Only a quarter of Israeli SPACs have completed mergers
This new approach will not impact the Israeli companies that have already signed merger contracts and guaranteed their PIPE investments. The short positions placed on them are also small compared to the real stars of the story, such as lending platform SOFI. The short positions placed on its sponsor, which it is supposed to merge with at a valuation of $8.7 billion, spiked by 19% this week. Companies that have yet to sign merger deals and are still at the negotiation stage, should hurry up and make sure to select well-connected sponsors who can make sure to secure investments. Though the feeling in Israel is that for every SPAC’s pot, there is a lid in the form of a tech company, in practice, so far only 25% of the SPACs issued since 2019 have gone on to complete their merger.
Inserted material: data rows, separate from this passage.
def displaced_figure(project: Project, displacements: np.ndarray, title: str, labels_up_to: int = 120,
                     marked: str = "") -> Figure:
    """The frame as given (grey) and displaced (blue), the displacements drawn at a round exaggeration.

    ``marked``: a node id to ring (the node of the largest deflection).
    """
    fig, axes, views, xys = _layout(project)
    d_unit, d_factor = project.units.label("displacement"), project.units.factor("displacement")
    size = np.linalg.norm(displacements, axis=1)
    largest = float(size.max(initial=0.0))
    scale = exaggeration(largest, _extent(project.coords))
    moved = project.coords + scale * displacements
    for ax, (_, proj), xy in zip(axes, views, xys):
        _members(ax, project, xy, palette.ZERO_FORCE, 0.6, zorder=1)
        _members(ax, project, moved @ proj, palette.DISPLACED, 1.2)
        _supports(ax, project, xy, proj, 25 if project.n_members <= 300 else 10)
        if marked in project.node_ids:
            k = project.node_ids.index(marked)
            p = moved[k] @ proj
            ax.scatter([p[0]], [p[1]], s=40, facecolor="none", edgecolor=palette.DISPLACED, linewidths=1.0, zorder=6)
            ax.annotate(marked, (p[0], p[1]), xytext=(4, -8), textcoords="offset points", fontsize=FONT, color=palette.DISPLACED)
    _furniture(axes, views, xys, project)
    handles = [Line2D([], [], color=palette.ZERO_FORCE, lw=0.6, label="frame as given"),
               Line2D([], [], color=palette.DISPLACED, lw=1.2,
                      label=f"displaced, displacements drawn x {scale:g} (largest {largest / d_factor:.3g} {d_unit})")]
    if marked:
        handles.append(Line2D([], [], marker="o", ls="", mfc="none", mec=palette.DISPLACED, label=f"largest deflection, node {marked}"))
    return _finish(fig, axes, _legend(fig, handles, title, 2))


CHANGED_WIDTH, ADDED_STYLE, REMOVED_STYLE = 2.4, (0, (5.0, 1.2, 1.2, 1.2)), (0, (3.0, 2.0))
LABELLED_CHANGES = 80  # above this many marked members their ids are left to the tables


def changes_figure(project: Project, marks, title: str) -> Figure:
    """The frame of this revision with what changed from an earlier one marked (``marks``:
    sheets.revision.compare.FrameMarks): changed members heavy and reddish purple, added members heavy
    blue dash-dotted, removed members dashed grey where they were, the rest light grey; added nodes as
    squares, removed ones as crosses, moved ones as rings with a dotted line from where they stood."""
    fig, axes, views, xys = _layout(project)
    index = {mid: e for e, mid in enumerate(project.member_ids)}
    nodes = {nid: n for n, nid in enumerate(project.node_ids)}
    changed = [index[m] for m in marks.changed if m in index]
    added = [index[m] for m in marks.added_members if m in index]
    gone = np.array([[a, b] for _, a, b in marks.removed_members], dtype=float).reshape(-1, 2, project.dim)
    moved_from = np.array([xyz for _, xyz in marks.moved_nodes], dtype=float).reshape(-1, project.dim)
    moved_to = [nodes[n] for n, _ in marks.moved_nodes]
    gone_nodes = np.array([xyz for _, xyz in marks.removed_nodes], dtype=float).reshape(-1, project.dim)
    new_nodes = [nodes[n] for n in marks.added_nodes if n in nodes]
    marked = len(changed) + len(added) + len(gone)
    placer = Labels()
    for ax, (_, proj), xy in zip(axes, views, xys):
        _members(ax, project, xy, palette.UNCHANGED, 0.5, zorder=1)
        _supports(ax, project, xy, proj, 25 if project.n_members <= 300 else 10)
        if len(gone):
            _add_lines(ax, gone @ proj, [palette.REMOVED] * len(gone), [1.2] * len(gone), [REMOVED_STYLE] * len(gone), zorder=2)
        for pick, colour, style in ((changed, palette.CHANGED, "solid"), (added, palette.ADDED, ADDED_STYLE)):
            if pick:
                segs = xy[project.ends[pick]]
                _add_lines(ax, segs, [colour] * len(pick), [CHANGED_WIDTH] * len(pick), [style] * len(pick), zorder=3)
        if len(moved_to):
            old = moved_from @ proj
            _add_lines(ax, np.stack([old, xy[moved_to]], axis=1), [palette.CHANGED] * len(moved_to), [0.6] * len(moved_to),
                       [(0, (1.0, 1.5))] * len(moved_to), zorder=4)
            _markers(ax, xy[moved_to], "o", 40, facecolor="none", edgecolor=palette.CHANGED, lw=1.0, zorder=5)
        if new_nodes:
            _markers(ax, xy[new_nodes], "s", 22, colour=palette.ADDED, zorder=5)
        if len(gone_nodes):
            _markers(ax, gone_nodes @ proj, "x", 26, colour=palette.REMOVED, lw=1.0, zorder=5)
        if marked <= LABELLED_CHANGES:
            for e in changed + added:
                middle = xy[project.ends[e]].mean(axis=0)
                placer.add(offset_text(ax, middle, (0, 3), project.member_ids[e], fontsize=SMALL, ha="center", va="bottom",
                                       color=palette.LABEL))
            for (mid, _, _), seg in zip(marks.removed_members, gone @ proj):
                placer.add(offset_text(ax, seg.mean(axis=0), (0, 3), mid, fontsize=SMALL, ha="center", va="bottom",
                                       color=palette.REMOVED))
    _furniture(axes, views, xys, project)
    handles = [Line2D([], [], color=palette.CHANGED, lw=CHANGED_WIDTH, label=f"member changed ({len(changed)})"),
               Line2D([], [], color=palette.UNCHANGED, lw=0.5, label=f"unchanged ({project.n_members - len(changed) - len(added)})")]
    if added:
        handles.append(Line2D([], [], color=palette.ADDED, lw=CHANGED_WIDTH, ls=ADDED_STYLE, label=f"member added ({len(added)})"))
    if len(gone):
        handles.append(Line2D([], [], color=palette.REMOVED, lw=1.2, ls=REMOVED_STYLE,
                              label=f"member removed, where it was ({len(gone)})"))
    if new_nodes:
        handles.append(Line2D([], [], marker="s", ls="", color=palette.ADDED, label=f"node added ({len(new_nodes)})"))
    if len(gone_nodes):
        handles.append(Line2D([], [], marker="x", ls="", color=palette.REMOVED, label=f"node removed ({len(gone_nodes)})"))
    if moved_to:
        handles.append(Line2D([], [], marker="o", mfc="none", mec=palette.CHANGED, color=palette.CHANGED, lw=0.6, ls=":",
                              label=f"node moved, dotted from where it was ({len(moved_to)})"))
    note = "" if marked <= LABELLED_CHANGES else f"; ids of the {marked} marked members in the tables"
    return _placed(_finish(fig, axes, _legend(fig, handles, title + note, 2)), placer)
For investors, the sobering developments are positive and are expected to corral the enterprise valuations into more realistic pastures — or else the PIPE investors won’t deliver the cash. At first, Wall Street saw SPACs as a welcome innovation that unsettled the hegemony of the investment banks. However, things changed abruptly. The process of issuing shares via SPACs, which played with the definitions of private and public companies, enabled companies to publish future projections as forecasts in their prospectus. Many companies took advantage of that to offer up projections that had little to do with reality, like predicting “$500 million in revenues for 2020 and $2 billion in 2022,” and received valuations accordingly. The SPAC market is at a critical junction as a result of its rapid inflation. This all might be a case of temporary indigestion, but it may also lead to a more severe scenario in which tech companies, including Israeli ones, are vomited up and put back on track for the traditional listing route.